Of course, we have the basic (high school) material. This includes:

1. Basic algebra
   This is the art of solving equations and applying mathematical knowledge to some real-world situations.

   Prerequisites: Being able to count well.

   Important topics:

   • a) Different number systems: naturals, integers, rationals, reals, and complex numbers.
   • b) Basic rules for manipulating numbers (such as fractions).
   • c) Solutions of equations of the first degree and second degree.
   • d) Solutions of systems of linear equations.
   • e) Manipulating powers and roots and solving equations involving powers and roots.
   • f) Solutions to inequalities.
   • g) Functions, mappings and their graphs.
   • h) Logarithms, rules of manipulation of logarithms and equations involving logarithms.
   • i) Various methods of solving (special) polynomial equations such as substitution and the rational root theorem.
   • j) Basic logic and proofs.
2. Basic geometry
   Geometry is important in mathematics. A useful approach is to start with synthetic geometry (axioms and basic theorems) and later move to more algebraic viewpoints.

   Prerequisites: Algebra.

   Important topics:

   • a) Axioms for points, lines, and planes. Notions of circles, polygons, parallelism, etc.
   • b) Notions of congruence.
   • c) Theorems for triangles including the Pythagorean theorem (and its converse), criteria for triangle congruence, special points in triangles such as the incenter, etc.
   • d) Theorems for polygons and circles (for example, the tangent line to a circle is perpendicular to the radius).
   • f) Area and length of geometric figures.
   • g) Special transformations such as projection and rotation.
   • h) Coordinates and vectors.
   • i) Representing lines, planes, circles, parabolas, etc. by equations.
   • j) Conic sections.
   • k) Dot product and the related algebra.
3. Trigonometry
   Trigonometry introduces special functions such as sine, cosine, and tangent.

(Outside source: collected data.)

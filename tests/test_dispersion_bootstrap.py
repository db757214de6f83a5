"""The block bootstrap of driftloop.dispersion, computed for all resamples at once.

References for the checks:

- the bootstrap as the module docstring of :mod:`driftloop.dispersion`
  describes it: the lag sums of the pairs starting in each block,
  resampled with replacement block by block, T_L and sigma^2 recomputed
  from every resample with the same integration rule, and the percentile
  interval of the results (block bootstrap, common practice); the block
  indices are ``numpy.random.default_rng(seed).integers`` draws, one row of
  draws per resample.  The reference below counts the pairs directly and
  loops over the resamples one at a time;
- the integral time scale of one correlation by the scalar rule
  :func:`driftloop.dispersion.integral_time_scale`, itself checked against
  analytic integrals in ``tests/test_dispersion.py``;
- NumPy's 1-D ``numpy.sum`` for the partial trapezoidal sums.
"""

from __future__ import annotations

import math

import numpy as np
import pytest

from driftloop import dispersion


def _noisy_covariances(rng, rows, lags, dt):
    """Rows of exponential, oscillating and noisy covariances with gaps and bad lags."""
    tau = np.arange(lags) * dt
    cov = np.exp(-tau / (rng.uniform(0.5, 30.0) * dt))[None, :] * rng.uniform(1e-3, 0.1, (rows, 1))
    cov = cov + rng.normal(0.0, 0.3, (rows, lags)) * cov[:, :1] * rng.uniform(0, 1, (rows, 1))
    if rng.random() < 0.5:
        cov = cov * np.cos(tau / (rng.uniform(2.0, 50.0) * dt))
    for i in range(rows):
        kind = rng.random()
        if kind < 0.1:
            cov[i, int(rng.integers(1, lags)):] = np.nan  # no pairs past some lag
        elif kind < 0.15:
            cov[i, int(rng.integers(0, lags))] = np.nan
        elif kind < 0.2:
            cov[i, 0] = -abs(cov[i, 0]) if kind < 0.18 else 0.0
    return tau, cov


@pytest.mark.parametrize("method", dispersion.INTEGRATION_METHODS)
def test_time_scales_of_all_resamples_are_those_of_the_scalar_rule(method):
    rng = np.random.default_rng(20)
    checked = 0
    for _ in range(60):
        lags = int(rng.integers(2, 300))
        tau, cov = _noisy_covariances(rng, int(rng.integers(1, 80)), lags,
                                      float(rng.choice([3600.0, 10800.0, 0.7])))
        fixed = float(rng.uniform(0.01, 1.0) * tau[-1]) if method == "fixed_lag" else None
        expected = []
        for row in cov:
            if np.isfinite(row[0]) and row[0] > 0:
                expected.append(dispersion.integral_time_scale(
                    tau, row / row[0], method, fixed_lag_s=fixed).time_s)
            else:
                expected.append(math.nan)
        got = dispersion._time_scales(cov, tau, method, fixed)
        # exact: the same operations in the same order as the scalar rule
        np.testing.assert_array_equal(got, np.array(expected))
        checked += int(np.isfinite(got).sum())
    assert checked > 500


def test_time_scales_raise_as_the_scalar_rule_does():
    tau = np.arange(5) * 3600.0
    cov = np.array([[1.0, 0.5, 0.2, 0.1, 0.05]])
    with pytest.raises(ValueError, match="method must be one of"):
        dispersion._time_scales(cov, tau, "somewhere", None)
    with pytest.raises(ValueError, match="needs a positive fixed_lag_s"):
        dispersion._time_scales(cov, tau, "fixed_lag", None)
    with pytest.raises(ValueError, match="beyond the last lag"):
        dispersion._time_scales(cov, tau, "fixed_lag", 5 * 3600.0)


def test_partial_sums_are_numpys_one_dimensional_sums():
    rng = np.random.default_rng(21)
    for _ in range(40):
        rows, cols = int(rng.integers(1, 200)), int(rng.integers(1, 700))
        terms = rng.standard_normal((rows, cols)) * 10.0 ** rng.integers(-8, 4, (rows, 1))
        stops = rng.integers(0, cols + 1, rows)
        expected = [float(np.sum(terms[i, :stop])) for i, stop in enumerate(stops)]
        np.testing.assert_array_equal(dispersion._prefix_sums(terms, stops), expected)


def _lag_sums_by_block(x, block, max_lag):
    """sum over pairs (i, i + k) with i in the block, both present; and the pair count."""
    present = np.isfinite(x)
    values = np.where(present, x, 0.0)
    blocks = x.size // block
    products = np.zeros((blocks, max_lag + 1))
    pairs = np.zeros((blocks, max_lag + 1))
    for i in range(x.size):
        b = min(i // block, blocks - 1)
        for k in range(min(max_lag, x.size - 1 - i) + 1):
            products[b, k] += values[i] * values[i + k]
            pairs[b, k] += present[i] and present[i + k]
    return products, pairs


@pytest.mark.parametrize("method", dispersion.INTEGRATION_METHODS)
def test_bootstrap_intervals_match_a_loop_over_the_resamples(method):
    rng = np.random.default_rng(22)
    dt, n, block, max_lag, n_boot = 3600.0, 480, 40, 30, 150
    phi = math.exp(-dt / (6 * dt))
    u = np.zeros(n)
    v = np.zeros(n)
    for i in range(1, n):  # AR(1) velocities, T_L of 6 steps
        u[i] = phi * u[i - 1] + rng.normal(0.0, 0.05)
        v[i] = phi * v[i - 1] + rng.normal(0.0, 0.05)
    u[100:130] = np.nan
    v[300:305] = np.nan
    fixed = 8 * dt if method == "fixed_lag" else None
    stats = dispersion.single_particle_statistics(
        u, v, dt, method=method, fixed_lag_s=fixed, max_lag_s=max_lag * dt, demean="none",
        block_s=block * dt, n_boot=n_boot, confidence=0.9, seed=7)

    both = np.isfinite(u) & np.isfinite(v)
    pu, pairs = _lag_sums_by_block(np.where(both, u, np.nan), block, max_lag)
    pv, _ = _lag_sums_by_block(np.where(both, v, np.nan), block, max_lag)
    blocks = pairs.shape[0]
    draws = np.random.default_rng(7).integers(0, blocks, size=(n_boot, blocks))
    tau = np.arange(max_lag + 1) * dt
    for name, top, parts in (("u", pu, 1), ("v", pv, 1), ("vector", pu + pv, 2)):
        rep_var, rep_t = [], []
        for row in draws:
            chosen_pairs = pairs[row].sum(axis=0)
            cov = top[row].sum(axis=0) / chosen_pairs / parts
            rep_var.append(cov[0])
            rep_t.append(dispersion.integral_time_scale(tau, cov / cov[0], method,
                                                        fixed_lag_s=fixed).time_s)
        rep_var, rep_t = np.array(rep_var), np.array(rep_t)
        st = stats[name]
        assert st.blocks == blocks
        # the sums are added in another order here, so the last bits may differ
        expected = {
            "variance": np.quantile(rep_var, [0.05, 0.95]),
            "time": np.quantile(rep_t, [0.05, 0.95]),
            "diffusivity": np.quantile(rep_var * rep_t, [0.05, 0.95]),
        }
        np.testing.assert_allclose(st.variance_ci_m2_s2, expected["variance"], rtol=1e-9)
        np.testing.assert_allclose(st.integral_time_ci_s, expected["time"], rtol=1e-9)
        np.testing.assert_allclose(st.diffusivity_ci_m2_s, expected["diffusivity"], rtol=1e-9)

It helps the study of triangles and solves many real-world problems.

   Prerequisites: Basic algebra and basic geometry.

   Important topics:

   • a) Oriented angles and radians.
   • b) Sine, cosine, and tangent functions: their visualization on the unit circle and their graphs.
   • c) Solving triangle problems with sine, cosine, and tangent functions, including the sine and cosine rules.
   • d) Trigonometric identities, such as product-to-sum formulas.
   • e) Inverse trigonometric functions: arcsine, arccosine, and arctangent.

My book recommendations for basic stuff

If you’re new to abstract high-school mathematics, there is no better place to begin than the following books.

Algebra by Gelfand, Shen

http://www.amazon.com/Algebra-Israel-M-Gelfand/dp/0817636773

Gelfand is a top mathematician, and this book is excellent. It explains not only what algebra is but why algebraic facts hold. For example, it explains why a negative times a negative is positive. The book includes many worked examples and exercises, though some readers may wish to supplement it with a problem book for additional practice.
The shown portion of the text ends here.